# My New Lights



## GLHVAC (Dec 26, 2009)

46" Federal Signal Legend amber bar
41" Sho-Me Chameleon LED Signal Stick
10- Sho-Me 11.900 lights 4 amber in the grill, 2 amber on the mirrors, 2 amber & 2 clear on western proflo 1000 salt spreader.
Whelen Competior Plus 8 channel strobe box. 2 amber, 2 clear in the rear 4 clear in the front.
Allso set up factory led turn signals on mirror to strobe with sho-me 11.900 at the same time.


----------



## 20Silverado05 (Jan 16, 2008)

very nice setup . did you do the install yourself?


----------



## RBRONKEMA GHTFD (Dec 17, 2006)

More pics please.


----------



## GLHVAC (Dec 26, 2009)

A little help from Ultra Stobe in Crystal Lake, IL


----------



## doo-man (Feb 22, 2009)

Post a Video and show off all them nice pretty lights !!!!!


----------



## GLHVAC (Dec 26, 2009)




----------



## flatlander42 (Oct 22, 2008)

WOWZER!!! those are bright, nice rig

lotsa $ in lights for sure too


----------



## fireboy6413 (Sep 28, 2008)

wow, well now know one can say they didn't see you coming


----------



## cameo89 (Dec 8, 2007)

Wow that sure is a wet dream for some of us! lol looks really nice all lite up, I wanna get away from all my high amp drawing stuff and go led/strobe.
again looks good!


----------



## erkoehler (Sep 25, 2008)

Do you plow @ a McDonalds?


----------



## GLHVAC (Dec 26, 2009)

Yes in the northern sub


----------



## erkoehler (Sep 25, 2008)

Island Lake?

Saw a truck plowing that lot with a TON of strobes on.


----------



## GLHVAC (Dec 26, 2009)

Ya thats one of my other guys blue ford dump


----------



## GLHVAC (Dec 26, 2009)

I've got 18 McD's around here that we take care of.


----------



## erkoehler (Sep 25, 2008)

Small world!!! 

I am right down the street at Chicago MasterCraft.


----------



## GLHVAC (Dec 26, 2009)

Nice! I grew up in the area and we take care of alot of stuff around there. If you see him you ask him to turn all his lights that thing is bright.It could lock a person up if you stare at it.


----------



## 91AK250 (Nov 28, 2007)

that is a thing of my dreams!


----------



## erkoehler (Sep 25, 2008)

GLHVAC;930951 said:


> Nice! I grew up in the area and we take care of alot of stuff around there. If you see him you ask him to turn all his lights that thing is bright.It could lock a person up if you stare at it.
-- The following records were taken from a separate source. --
using System.Globalization;
using DesignCompiler.Binding;
using DesignCompiler.Planning;
using DesignCompiler.Results;
using Microsoft.Data.Sqlite;

namespace DesignCompiler.Ledger;

/// <summary>
/// Appends entries inside the write transaction of <see cref="LedgerFile.Update{T}"/>. Each
/// append inserts the entry and its rows, then reads them back and hashes them with the same
/// code the verifier uses, so what is hashed is exactly what is stored.
/// </summary>
public sealed class LedgerAppender
{
    private readonly SqliteConnection _connection;
    private readonly SqliteTransaction _transaction;
    private readonly LedgerActor _actor;

    internal LedgerAppender(SqliteConnection connection, SqliteTransaction transaction, LedgerActor actor)
    {
        _connection = connection;
        _transaction = transaction;
        _actor = actor;
    }

    public LedgerActor Actor => _actor;

    /// <summary>Records an issued round: the design text, the plan JSON as written beside the sheets, the plan's figures and every plot.</summary>
    public LedgerEntryInfo Issue(CheckedDesign design, RoundPlan plan, string planJson)
    {
        var seq = BeginEntry(EntryKinds.Issue, plan.Round, design);
        Execute("INSERT INTO rounds (round, entry_seq, plan_json, plan_data) VALUES ($round, $seq, $json, $data)",
            ("$round", plan.Round), ("$seq", seq), ("$json", planJson), ("$data", LedgerPlanData.Write(plan)));

        using var command = Prepare(
            "INSERT INTO plots (round, ordinal, block, block_index, plot_index, plot_id, row, col, arm, arm_index) " +
            "VALUES ($round, $ordinal, $block, $blockIndex, $plotIndex, $plotId, $row, $col, $arm, $armIndex)",
            "$round", "$ordinal", "$block", "$blockIndex", "$plotIndex", "$plotId", "$row", "$col", "$arm", "$armIndex");
        for (var k = 0; k < plan.Assignments.Count; k++)
        {
            var a = plan.Assignments[k];
            Run(command, plan.Round, k, a.Block, a.BlockIndex, a.PlotIndex, a.PlotId, a.Row, a.Column, a.ArmCode, a.Arm);
        }
        return Seal(seq);
    }

    /// <summary>Records a checked sheet: every plot's value or missing mark, with the file's name and hash.</summary>
    public LedgerEntryInfo Record(CheckedSheet sheet, string fileName, string fileSha256, string designHash)
    {
        var seq = BeginEntry(EntryKinds.Record, sheet.Round, designHash, null);
        Execute("INSERT INTO records (entry_seq, round, file_name, file_sha256) VALUES ($seq, $round, $name, $sha)",
            ("$seq", seq), ("$round", sheet.Round), ("$name", fileName), ("$sha", fileSha256));

        using var command = Prepare(
            "INSERT INTO outcomes (round, ordinal, plot_id, arm, value, value_text, missing_reason, notes, line, entry_seq) " +
            "VALUES ($round, $ordinal, $plotId, $arm, $value, $text, $reason, $notes, $line, $seq)",
            "$round", "$ordinal", "$plotId", "$arm", "$value", "$text", "$reason", "$notes", "$line", "$seq");
        foreach (var r in sheet.Results)
            Run(command, sheet.Round, r.Ordinal, r.PlotId, r.Arm, r.Value, r.ValueText, r.MissingReason, r.Notes, r.Line, seq);
        return Seal(seq);
    }

    /// <summary>Records a change of design text, with the reason given.</summary>
    public LedgerEntryInfo Amend(string oldHash, CheckedDesign design, string reason, int lastRound)
    {
        var seq = BeginEntry(EntryKinds.Amend, lastRound, design);
        Execute("INSERT INTO amendments (entry_seq, old_hash, new_hash, reason) VALUES ($seq, $old, $new, $reason)",
            ("$seq", seq), ("$old", oldHash), ("$new", design.Hash), ("$reason", reason));
        return Seal(seq);
    }

    private long BeginEntry(string kind, int round, CheckedDesign design) => BeginEntry(kind, round, design.Hash, design.Source.Content);

    private long BeginEntry(string kind, int round, string designHash, string? designText)
    {
        if (designText is not null)
            Execute("INSERT OR IGNORE INTO designs (hash, text) VALUES ($hash, $text)", ("$hash", designHash), ("$text", designText));
        var seq = Convert.ToInt64(Scalar("SELECT coalesce(max(seq), 0) + 1 FROM entries"), CultureInfo.InvariantCulture);
        var previous = Scalar("SELECT hash FROM entries ORDER BY seq DESC LIMIT 1") as string ?? LedgerSchema.GenesisHash;
        // The hash is filled in by Seal once the entry's rows are in.
        Execute("INSERT INTO entries (seq, kind, round, design_hash, user_name, recorded_at, tool_version, prev_hash, hash) " +
                "VALUES ($seq, $kind, $round, $design, $user, $at, $tool, $prev, '')",
            ("$seq", seq), ("$kind", kind), ("$round", round), ("$design", designHash), ("$user", _actor.User),
            ("$at", _actor.AtText), ("$tool", _actor.ToolVersion), ("$prev", previous));
        return seq;
    }

    private LedgerEntryInfo Seal(long seq)
    {
        var rows = LedgerQueries.ReadAll(_connection, _transaction);
        var entry = rows.Entries.Single(e => e.Seq == seq);
        var hash = EntryText.Hash(entry.PrevHash, EntryText.Canonical(entry, rows));
        Execute("UPDATE entries SET hash = $hash WHERE seq = $seq", ("$hash", hash), ("$seq", seq));
        Execute("UPDATE meta SET value = $v WHERE key = 'head_hash'", ("$v", hash));
        Execute("UPDATE meta SET value = $v WHERE key = 'entry_count'", ("$v", seq.ToString(CultureInfo.InvariantCulture)));
        return new LedgerEntryInfo(seq, entry.Kind, entry.Round, entry.DesignHash, entry.User, entry.At, entry.ToolVersion, hash);
    }

    private void Execute(string sql, params (string Name, object? Value)[] parameters) =>
        LedgerQueries.Execute(_connection, _transaction, sql, parameters);

    private object? Scalar(string sql) => LedgerQueries.Scalar(_connection, _transaction, sql);

    private SqliteCommand Prepare(string sql, params string[] names)
    {
        var command = _connection.CreateCommand();
        command.Transaction = _transaction;
        command.CommandText = sql;
        foreach (var name in names) command.Parameters.Add(new SqliteParameter { ParameterName = name });
        command.Prepare();
        return command;
    }

    private static void Run(SqliteCommand command, params object?[] values)
    {
        for (var i = 0; i < values.Length; i++) command.Parameters[i].Value = values[i] ?? DBNull.Value;
        command.ExecuteNonQuery();
    }
}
First saw him pulling out of a neighborhood on to 176 and I did I double take w/ all the lights!

I have to do some maintenance on my storbes, too many burned out/not working.:realmad: Out of 16 strobes that I had installed last year after this last storm I now have 2 working


----------



## GLHVAC (Dec 26, 2009)

If ya need a hand with any of them let me know my brother is a installer for ultra strobe in crystal lake he could help ya out.


----------



## BTRBLDR (Dec 23, 2009)

Nice loking rig GLHVAC!


----------



## ultimate plow (Jul 2, 2002)

Looks good man. The guys at ultra strobe do good work. How much was the chameleon amber/white bar? Me and my boss both have loaded legends too.


----------



## Cutting Edge Kid (Jan 6, 2003)

Excellent Job!!


----------



## GLHVAC (Dec 26, 2009)

you would have to contact ultra strobe for the price


----------



## kitn1mcc (Sep 15, 2008)

Very nice

A console is the only way to go


----------



## 02powerstroke (Nov 7, 2006)

your running the sho-me mini lights on the mirrors and spreader right? thats what I have in my grill there awesome!


----------



## WilliamOak (Feb 11, 2008)

I saw you the other day on 14 turning on to three oaks, sharp looking truck thats for sure! quick ?- where did you/ultra strobe get the turn signals on the outer eged of your mirrors? That is the exact same thing that I would like to put on my truck.


----------



## GLHVAC (Dec 26, 2009)

WilliamOak;932368 said:


> I saw you the other day on 14 turning on to three oaks, sharp looking truck thats for sure! quick ?- where did you/ultra strobe get the turn signals on the outer eged of your mirrors? That is the exact same thing that I would like to put on my truck.


I picked them up on ebay


----------



## SafetyLighting (Jul 23, 2005)

erkoehler;930958 said:


> First saw him pulling out of a neighborhood on to 176 and I did I double take w/ all the lights!
> 
> I have to do some maintenance on my storbes, too many burned out/not working.:realmad: Out of 16 strobes that I had installed last year after this last storm I now have 2 working


The only possible explanation for this is a very poor installation. Let us know what you find.


----------



## SafetyLighting (Jul 23, 2005)

Well, the light bar is nice. Why did you install the chameleon right under the lightbar?


----------



## TLB (Jan 19, 2007)

Great looking setup !!!


----------



## GLHVAC (Dec 26, 2009)

SafetyLighting;933180 said:


> Well, the light bar is nice. Why did you install the chameleon right under the lightbar?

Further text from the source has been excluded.